佐世保女子高生殺害事件はあまりに悲しい。被害者のご冥福をお祈りしたい。我々教育関係者は、せめて教訓としたい。これまで命の教育、諸機関の連携、危機管理等、様々な論考がなされてきたが少し別の観点で問題提起したい。
(1)殺しちゃったんだけど
事件直後、「加害者が写真をアップしている」と騒ぎになった。検索するとすぐに、血まみれの手の写真と「殺しちゃったんだけど」「脳髄の色って何色だと思う?」などの刺激の強い書き込みが見つかった。大学生に聞くと多くが知っており「怖くて眠れなかった」と話す者もいた。

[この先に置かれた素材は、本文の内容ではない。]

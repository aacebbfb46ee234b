"""What no ladder of resistors and capacitors can do, with the argument for each bound."""

from __future__ import annotations

import math

# Every RC ladder between a source and a load has a response of the form, but for a constant factor,
#     low-pass   prod 1/(1 + s t_k),   high-pass   prod 1/(1 + p_k/s),
# one real mode for each section (Cauer 1926): a ladder has no finite zeros, and the modes are eigenvalues of
# a pair of symmetric matrices. With x_k = omega t_k, or p_k/omega, the attenuation is
# sum 10 log10(1 + x_k^2) dB.


def most_attenuation(sections: int, ratio: float) -> float:
    """The greatest attenuation `ratio` (> 1) cutoffs into the stop-band, dB.

    At the cutoff sum ln(1 + x_k^2) = ln 2. With u_k = ln(1 + x_k^2), the attenuation at `ratio` times that is
    the sum of g(u) = ln(1 + ratio^2 (e^u - 1)), which is concave for ratio > 1 (g'' has the sign of
    1 - ratio^2): by Jensen's inequality it is greatest where all u_k are ln(2)/n, that is for isolated equal
    sections. The modes of one ladder are all different, so it stays below.
    """
    return 10 * sections * math.log1p(ratio**2 * math.expm1(math.log(2) / sections)) / math.log(10)


def attenuation_of_endless(ratio: float) -> float:
    """What `most_attenuation` grows to with ever more sections, dB: 3.01 ratio^2, a Gaussian response."""
    return 10 * math.log10(2) * ratio**2


def least_ratio(sections: int, attenuation: float) -> float:
    """How many cutoffs into the stop-band `most_attenuation` reaches a value in dB."""
    return math.sqrt(
        math.expm1(attenuation * math.log(10) / 10 / sections) / math.expm1(math.log(2) / sections)
    )


def sum_of_modes(sections: int, level: float) -> tuple[float, float]:
    """The least and the greatest sum of the x_k where prod (1 + x_k^2) = level (> 1).

    For a low-pass that sum is omega times the Elmore delay, which is known without finding the modes. Up to a
    level of 2 every x_k is at most 1, where f(x) = ln(1 + x^2) is convex with f(0) = 0: so f(sum) >= sum f,
    and sum f >= n f(sum/n). Beyond, prod sqrt(1 + x^2) <= prod (1 + x) <= (1 + sum/n)^n and
    prod (1 + x^2) >= 1 + sum x^2 >= 1 + sum^2/n.
    """
    if level <= 2:
        return math.sqrt(level - 1), sections * math.sqrt(math.expm1(math.log(level) / sections))
    least = sections * math.expm1(math.log(level) / (2 * sections))
    return least, math.sqrt(sections * (level - 1))


def least_sum(sections: int, level: float) -> float:
    """The least sum of the x_k where prod (1 + x_k^2) is to reach `level`.

    f(x) = ln(1 + x^2) is convex up to 1 and concave beyond. Its least concave majorant runs along the tangent
    from the origin, which touches where f = x f' (x = 1.98), and along f from there; with it, Jensen's
    inequality gives sum f <= n f(sum/n).
    """
    touch = 1.980291325
    share = math.log(level) / sections
    steep = math.log1p(touch**2)
    return sections * (touch * share / steep if share < steep else math.sqrt(math.expm1(share)))


def least_edge_ratio(sections: int) -> float:
    """The least ratio of a band-pass' cutoffs, with `sections` high-pass and as many low-pass sections.

    |H|^2 falls from its peak as sum ln cosh(y - y_k) over 2n real modes, y = ln omega. Between cutoffs w
    apart the rise from peak to cutoff is, mode by mode, the integral of sech^2 against a triangle of base w
    and height a(1 - a) w; by Riesz' rearrangement inequality it is greatest for the symmetric triangle
    centred on the mode, so ln 2 <= 2n ln cosh(w/2), with equality for equal modes half-way. One section of
    each: 3 + 2 sqrt 2 = 5.83, a Q of 1/2.
    """
    top = math.exp(math.log(2) / (2 * sections))
    return (top + math.sqrt(top**2 - 1)) ** 2


def greatest_band_gain(ratio: float) -> float:
    """The greatest gain in the middle between a band-pass' cutoffs, one section of each kind.

    H = s t1/(1 + s a1 + s^2 a2) with a2 = t1 t2 and a1 >= t1 + t2, so that Q = sqrt(a2)/a1 =
    1/(sqrt r - 1/sqrt r); the gain t1/a1 is greatest where a1 = t1 + t2, the sections isolated.
    """
    q = 1 / (math.sqrt(ratio) - 1 / math.sqrt(ratio))
    return (1 + math.sqrt(max(0.0, 1 - 4 * q * q))) / 2


def erlang_time(sections: int, share: float) -> float:
    """The time in units of t that the step response of n equal isolated sections is a share from its end.

    exp(-q) (1 + q + ... + q^(n-1)/(n-1)!) = share.
    """

    def left(q: float) -> float:
        return math.exp(-q) * sum(q**k / math.factorial(k) for k in range(sections))

    low, high = 0.0, 1.0
    while left(high) > share:
        high *= 2
    for _ in range(100):
        middle = (low + high) / 2
        low, high = (middle, high) if left(middle) > share else (low, middle)
    return high


def least_ripple(sections: int, share: float, settling: float, carrier: float) -> float:
    """A lower bound of the ripple, peak to peak, over the square wave's, for a settling time; carrier in Hz.

    The step response of a ladder is the distribution of a sum of independent exponentials of means t_k; what
    is left at time T is P(sum > T). In the coordinates ln(1 + omega t_k) that is Schur-convex as long as
    omega T >= n + 1: the difference of two partial derivatives is (t_i - t_j)(f - f'/omega) with f the
    density of the sum with t_i and t_j taken once more, and f'/f <= (n + 1)/T for a sum of n + 2
    exponentials. So for a given prod (1 + omega t_k) nothing settles faster than equal t_k, and
    |H| >= prod 1/(1 + omega t_k) >= (1 + omega T/q)^-n, q from `erlang_time`. A wave whose halves are alike
    has a peak of at least pi/4 times its fundamental, which is 2/pi |H| here: peak to peak at least |H|.
    """
    omega = 2 * math.pi * carrier
    if omega * settling < sections + 1:
        return 0.0
    return (1 + omega * settling / erlang_time(sections, share)) ** -sections


__all__ = [
    "attenuation_of_endless",
    "erlang_time",
    "greatest_band_gain",
    "least_edge_ratio",
    "least_ratio",
    "least_ripple",
    "least_sum",
    "most_attenuation",
    "sum_of_modes",
]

後にこの書き込みは、偽物とわかるが、この時点では、大半が本物だと思っていた。
(2)聞き取り調査
兵庫県で子供たちと話す機会があり、集まった子供に聞くと、高校生8人全員、中学生11名中8人、小学生9人中5人が「見た」と答えた。同じ日、小中学校の先生方約100人に聞くと3人だけだった。
(3)調査の意味
血まみれの写真を子供たちが、しかも現実の事件のものとして見ることは大問題である。子供たちに与える影響は計り知れない。
さらに問題なのは、これまでと逆の意味(子供たちの方がよく知っている)の情報格差。知らないでは対応しようがないし、子供たちを預かる身として、知らないでは済まされない。

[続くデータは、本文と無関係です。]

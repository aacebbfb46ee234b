"""Debouncing a contact: the plan from a target to candidates."""

from __future__ import annotations

import math

import numpy as np
import numpy.typing as npt

from ..errors import InputError
from ..values import format_quantity, write_quantity
from .account import account, counted
from .candidate import Asked, candidates
from .design import Design
from .edge import SETTLED
from .passing import WIDTHS
from .search import Hits, Tally, ranked
from .stock import Stock
from .target import Target
from .written import Wanted, rounded

Float = npt.NDArray[np.float64]


def debounce(target: Target) -> Design:
    """One resistor and one capacitor that outlast the bounce, and no more of a delay than that takes.

    While the contact bounces the output may run for as long as the bounce lasts. From the supply down to LOW
    that takes t ln(V/LOW), from 0 V up to HIGH t ln(V/(V - HIGH)), with t = RC: the shorter of both, at the
    worst of tolerances, has to be longer than the bounce. Source resistance and load change t and V.
    """
    found = _Sections(target)
    found.refuse_low()
    for width in WIDTHS:
        hits, tally = found.met(width)
        if len(hits) and (done := found.designed(width, hits, tally)).candidates:
            return done
    raise found.nothing()


class _Sections:
    """Every pair of a resistor and a capacitor in stock, at once."""

    def __init__(self, target: Target) -> None:
        self.target = target
        resistors, capacitors = Stock.of(target.resistors).values, Stock.of(target.capacitors).values
        self.r, self.c = (grid.ravel() for grid in np.meshgrid(resistors, capacitors, indexing="ij"))
        assert target.supply is not None and target.low is not None and target.high is not None
        ends = target.resistors.tolerance
        series, load = target.source + self.r, target.load
        self.gain = 1 / (1 + series / load)
        self.least_gain = 1 / (1 + series * (1 + ends.high) / (load * (1 + ends.low)))
        self.most_gain = 1 / (1 + series * (1 + ends.low) / (load * (1 + ends.high)))
        self.constant = series * self.gain * self.c
        with np.errstate(all="ignore"):
            # What is left of the way when the threshold is met, at the level that makes it soonest.
            self.down = target.low / (self.least_gain * target.supply)
            self.up = 1 - target.high / (self.most_gain * target.supply)
            times = np.minimum(-np.log(self.down), -np.log(self.up))
            works = (self.least_gain * target.supply > target.high) & (self.down < 1) & (self.up > 0)
            self.nominal = np.where(works, times * self.constant, 0.0)

    def refuse_low(self) -> None:
        """Raise InputError where the load keeps the output from ever reaching HIGH."""
        if self.nominal.any():
            return
        target = self.target
        assert target.supply is not None and target.high is not None
        level = format_quantity(float(self.least_gain.max()) * target.supply, "V")
        raise InputError(
            f"a load of {format_quantity(target.load, 'ohm')} keeps the output at {level} at most, below the "
            f"threshold of {format_quantity(target.high, 'V')}.",
            remedy="Allow smaller resistors with --resistors, or lower the thresholds.",
        )

    def met(self, width: float) -> tuple[Hits, Tally]:
        """Those that outlast the bounce with at most `width` twice to spare."""
        target, enough = self.target, math.log1p(width) - SETTLED
        assert target.bounce is not None
        with np.errstate(divide="ignore"):
            off = np.log(self.nominal * target.down / (target.bounce * (1 + width)))
        margin = math.log1p(width) - np.abs(off)
        ok = np.flatnonzero(margin >= 0)
        r, c, margin = self.r[ok, None], self.c[ok, None], margin[ok]
        hits = Hits(r, c, margin, ranked(r, c, margin, enough, -c[:, 0]))
        count = len(self.r)
        return hits, Tally(count, count, computed=count, met=len(ok), solved=count)

    def nothing(self) -> InputError:
        """Why none fits."""
        target = self.target
        assert target.bounce is not None
        times = self.nominal[self.nominal > 0] * target.down
        low, high = (format_quantity(float(each), "s") for each in (times.min(), times.max()))
        if times.min() <= target.bounce <= times.max():
            what = (
                f"none of the {counted(len(self.r))} combinations comes within {100 * WIDTHS[-1]:g} % of it"
            )
        else:
            what = f"the parts allowed outlast {low} to {high}"
        return InputError(
            f"--bounce is {format_quantity(target.bounce, 's')}, and {what}.",
            remedy="Allow other parts with --resistors and --capacitors, or a finer series.",
        )

    # ------------------------------------------------------------------ what is told

    def designed(self, width: float, hits: Hits, tally: Tally) -> Design:
        """The candidates with their claims."""
        target = self.target
        assert target.bounce is not None and target.supply is not None
        assert target.low is not None and target.high is not None
        enough = math.log1p(width) - SETTLED
        low, high = (format_quantity(each, "V") for each in (target.low, target.high))
        title = (
            f"Debouncing {format_quantity(target.bounce, 's')} at {format_quantity(target.supply, 'V')}: "
            f"thresholds {low} and {high}"
        )
        asked: Asked = {name: (name, {}) for name in ("time_constant", "delay", "dc_gain")}
        asked = {**asked, "noise": ("noise", {"from": 0.0, "to": math.inf})}

        def claims(r: list[float], c: list[float]) -> list[Wanted]:
            return self._claims(r[0], c[0], width)

        made = candidates(target, title, hits, claims, asked, enough)
        return Design(
            target,
            title,
            1,
            width,
            math.expm1(enough),
            made,
            tally,
            {"bounce": target.bounce, "supply": target.supply, "thresholds": [target.low, target.high]},
            account(tally, len(made), f"{100 * math.expm1(enough):.3g} %", "", ""),
        )

    def _claims(self, r: float, c: float, width: float) -> list[Wanted]:
        """The claims of one candidate: with a load, its thresholds are other shares of its own level."""
        target = self.target
        assert target.bounce is not None and target.supply is not None
        assert target.low is not None and target.high is not None
        row = int(np.flatnonzero((self.r == r) & (self.c == c))[0])
        bounce = write_quantity(target.bounce, "s")
        latest = target.bounce * target.up / target.down * (1 + width) ** 2
        bands = {"fall": float(self.down[row]), "rise": float(self.up[row])}
        soonest = max(bands, key=lambda way: bands[way])
        made = []
        for way, goes in (
            ("fall", f"from the level down to {format_quantity(target.low, 'V')}"),
            ("rise", f"from 0 V up to {format_quantity(target.high, 'V')}"),
        ):
            band = {"band": rounded(bands[way], "1", up=True)}
            says = f"The way {goes} outlasts the bounce"
            made.append(Wanted(f"{way}_time", says, "settling_time", band, {"at_least": bounce}))
            if way == soonest:
                most = {"at_most": rounded(latest, "s", up=True)}
                says = f"The way {goes} takes no longer than it must"
                made.append(Wanted(f"{way}_time", says, "settling_time", band, most))
        if math.isfinite(target.load):
            says = f"The level lies above {format_quantity(target.high, 'V')}"
            bound = {"at_least": write_quantity(target.high / target.supply, "1")}
            made.append(Wanted("dc_gain", says, "dc_gain", {}, bound, frozenset({"Rload"})))
        return made


__all__ = ["debounce"]
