def followed_network(
    circuit: Circuit, network: Network, targets: Sequence[Target]
) -> tuple[Followed, dict[int, str]]:
    """The network followed to those targets it can be followed to, and why not to the others (by place).

    network: the circuit's own, or the one that starts from its state. Raises UndecidedError where the modes
    cannot be had.
    """
    sums = current_sums(network, {t.source for t in targets if t.source is not None})
    kept = [t for t in targets if t.source is None or sums[t.source] is not None]
    why = "its current is shared with other parts whose currents are not followed over time."
    left = {k: why for k, t in enumerate(targets) if t not in kept}
    driven = drivers_of(network)
    pairs = sorted({pair for target in kept for pair in pairs_of(target, sums)})
    run = circuit.analyses.transient
    used = run is not None and run.use_initial
    options = dict(circuit.options)
    given = [given_of(network, target, sums) for target in kept]
    if not driven or not pairs:
        nothing = np.zeros(0)
        reaches = [[Reach(0.0, 0.0, nothing) for _ in kept] for _ in driven]
        still = [0.0] * len(kept)
        return Followed(network, run, used, options, kept, driven, nothing, reaches, given, still), left
    system = modal_system(network, pairs, [each.driver for each in driven])
    index = {pair: k for k, pair in enumerate(pairs)}
    reaches = [
        [reach_of(system, number, target, sums, index, each.wave is None) for target in kept]
        for number, each in enumerate(driven)
    ]
    moving = system.poles != 0
    poles = system.poles[moving]
    reaches = [[replace(one, weights=one.weights[moving]) for one in row] for row in reaches]
    sudden = [sudden_of(circuit, network, target, sums) if used else 0.0 for target in kept]
    return Followed(network, run, used, options, kept, driven, poles, reaches, given, sudden), left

もちろん、関西での私の周りの少数で日本全体を語るのは乱暴だが、問題提起にはなるだろう。
(4)ネットで流れてきた
子供たちに経緯を尋ねると「Twitterで流れてきた」「友達に聞いて検索した」「友達に見せてもらった」。大人の知らない場所で、彼らの「常識」が形成されているのかもしれない。
昨年から「ネット炎上事件」が続発している。マスコミでは、投稿した若者が、逮捕・退学・内定取り消しなど、社会的に厳しい制裁を受けたと報道しているにもかかわらず事件は続く。
私たち大人は新聞やテレビから情報を集めている。対して若者たちは、スマホ等のネット経由。学生に聞くと、「ニュースはYahoo!News等、ネット上で確認し、新聞もテレビも見ない」という。
私たちと子供たちの常識形成装置が違ってきているのかもしれない。
(5)これからのために
「メディア情報の真偽を見抜く目」を鍛えるメディアリテラシー教育が急務だが、さらに、私は、今回のような画像は子供たちに見せるべきではないと強く思う。フィルタリングの必要なゆえんだ。上のグラフは兵庫県の18歳未満のデータ(兵庫県調べ)だが、平成23年の7割強から平成25年は5割弱に急低下している。設定しない理由を聞くと多くが「設定したらLINEができなくなくなるから」と答える。社会的課題である。
この連載でも繰り返し述べているが、この種の問題は子供たち自身に考えさせることが重要だが、その一方、大人として強い姿勢での禁止や制限も必要である。試されているのは、私たち大人の側である。